# REQUIREMENT
Copy the first line of the material below and every later line through the line containing "SkyModel sky = testing::make_test_sky(nside, polarized);", without any other output.

# SOURCE DATA
== Segment start ==

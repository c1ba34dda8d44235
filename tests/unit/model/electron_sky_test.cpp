// SPDX-License-Identifier: GPL-2.0-or-later
#include "model/electron_sky.h"

#include <gtest/gtest.h>

#include <cmath>

#include "base/error.h"
#include "model/basis_error.h"
#include "model/component_maps.h"
#include "model/pixel_route.h"
#include "support/messages.h"
#include "support/sky_builder.h"
#include "support/threads.h"

namespace foreglow {
namespace {

using testing::channel_spec;
using testing::study_spec;
using testing::whole_sky;

// The test sky's index under electrons that have a break, a cut-off and ages.
SkyModel electron_sky(int nside, bool polarized) {
    SkyModel sky = testing::make_test_sky(nside, polarized);
    ElectronSky& electrons = sky.electrons.emplace();
    electrons.law.energy_break = EnergyBreak{4, 0.5};
    electrons.law.cutoff = EnergyCutoff{200, CutoffShape::Exponential};
    electrons.law.aging = IsotropizedAging{8, CutoffShape::Sharp};
    electrons.definition = sky.reference;
    find_electron_slopes(sky);
    return sky;
}

std::vector<BandSum> bands_from(double low_ghz, double high_ghz, int count) {
    std::vector<BandSum> bands;
    for (int i = 0; i < count; ++i) {
        const double ghz = low_ghz * std::pow(high_ghz / low_ghz, i / (count - 1.0));
        bands.push_back(make_channels(study_spec(4, {channel_spec("x", ghz, 0.1 * ghz)})).front().band);
    }
    return bands;
}

TEST(ElectronSky, GivesEachPixelTheIndexItHad) {
    const SkyModel sky = electron_sky(4, false);
    EXPECT_EQ(sky.electrons->clamped_pixels, 0);
    EXPECT_EQ(describe_clamped_pixels(sky), "");
    SkyStrip strip = make_sky_strip(sky, whole_sky(sky.grid), false);
    add_local_spectrum(sky, strip);
    for (std::size_t p = 0; p < strip.index.size(); ++p) {
        const double given = testing::test_index(sky.grid.direction(static_cast<std::int64_t>(p)));
        EXPECT_NEAR(strip.index[p], given, 5e-9);  // two polynomials of 1e-9 and what is between their checks
        if (p % 37 != 0) continue;
        const LocalSpectrum local = local_spectrum(sky.electrons->law, strip.slope[p], sky.reference);
        EXPECT_NEAR(local.index, given, 5e-9);
    }
}

TEST(ElectronSky, GoesThroughThePixelRouteAndTheBasis) {
    SkyModel sky = electron_sky(4, true);
    sky.polarization->reference = Frequency::from_ghz(22.8);
    const auto bands = bands_from(0.03, 400, 12);
    const PixelRoute route(sky, bands, true, 1e-7);
    const SkyStrip strip = make_sky_strip(sky, whole_sky(sky.grid), true);
    const std::size_t n = strip.intensity.size();
    std::array<std::vector<double>, 3> columns{std::vector<double>(n), std::vector<double>(n),
                                               std::vector<double>(n)};
    const std::array<std::span<double>, 3> views{columns[0], columns[1], columns[2]};
    const SpectralBasis basis = make_intensity_basis(sky, bands_from(20, 350, 30), 1e-4);
    EXPECT_LT(basis.components.size(), 16U);
    EXPECT_LE(basis.worst_error, 1e-4);
    for (const std::size_t c : {0U, 5U, 11U}) {
        route.make_pixels(strip, c, 0, n, views);
        EXPECT_LE(route.error_of(c), 1e-7);
        const auto map = make_intensity_component(sky, bands[c]);
        for (std::size_t p = 0; p < n; p += 61) {
            const ElectronLaw& law = sky.electrons->law;
            const double i =
                exact_electron_band_value(law, strip.slope[p], bands[c], sky.reference, EmissionPart::Total);
            const double q = exact_electron_band_value(law, strip.slope[p], bands[c],
                                                       sky.polarization->reference, EmissionPart::Polarized);
            EXPECT_NEAR(columns[0][p] / (strip.intensity[p] * i), 1, 2e-7);  // twice the tolerance
            EXPECT_NEAR(columns[1][p], strip.q[p] * q, 2e-7 * std::abs(strip.q[p] * q));
            EXPECT_NEAR(map[p] / (strip.intensity[p] * i), 1,
                        1e-8);  // component_tolerance and the oracle's own
        }
    }
}

TEST(ElectronSky, NeverDependsOnTheThreads) {
    std::vector<double> before;
    for (const int threads : {1, 2, 3}) {
        const testing::Threads set(threads);
        const SkyModel sky = electron_sky(8, false);
        const auto map = make_intensity_component(sky, bands_from(20, 350, 3)[1]);
        EXPECT_TRUE(threads == 1 || map == before);
        before = map;
    }
}

TEST(ElectronSky, CountsIndicesOutOfReachAndKeepsUndefinedPixels) {
    SkyModel sky = testing::make_test_sky(2, false);
    auto map = testing::make_map(sky.grid, testing::test_index);
    map->values[3] = -1.5;
    map->values[9] = undefined_pixel;
    sky.index = PixelField::of_map(map);
    sky.electrons.emplace().definition = sky.reference;
    find_electron_slopes(sky);
    EXPECT_EQ(sky.electrons->clamped_pixels, 1);
    EXPECT_TRUE(testing::has(describe_clamped_pixels(sky), "1 of 48 pixels"));
    const SkyStrip strip = make_sky_strip(sky, whole_sky(sky.grid), false);
    EXPECT_EQ(strip.slope[3], 1);
    EXPECT_TRUE(std::isnan(strip.slope[9]));
}

TEST(ElectronSky, RefusesAFieldThatIsNotAboveZero) {
    SkyModel sky = testing::make_test_sky(2, false);
    sky.electrons.emplace().definition = sky.reference;
    auto field = testing::make_map(sky.grid, [](const Vector3& n) { return n[2]; });
    sky.electrons->field = PixelField::of_map(field);
    EXPECT_TRUE(testing::has(testing::message_of<DataError>([&] {
                                 find_electron_slopes(sky);
                                 return 0;
                             }),
                             "field_map has the value"));
}

}  // namespace
}  // namespace foreglow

== Segment end ==

# ANSWER BELOW
repository c1ba34dda8d44235
filename tests/unit/model/electron_sky_test.cpp
// SPDX-License-Identifier: GPL-2.0-or-later
#include "model/electron_sky.h"

#include <gtest/gtest.h>

#include <cmath>

#include "base/error.h"
#include "model/basis_error.h"
#include "model/component_maps.h"
#include "model/pixel_route.h"
#include "support/messages.h"
#include "support/sky_builder.h"
#include "support/threads.h"

namespace foreglow {
namespace {

using testing::channel_spec;
using testing::study_spec;
using testing::whole_sky;

// The test sky's index under electrons that have a break, a cut-off and ages.
SkyModel electron_sky(int nside, bool polarized) {
    SkyModel sky = testing::make_test_sky(nside, polarized);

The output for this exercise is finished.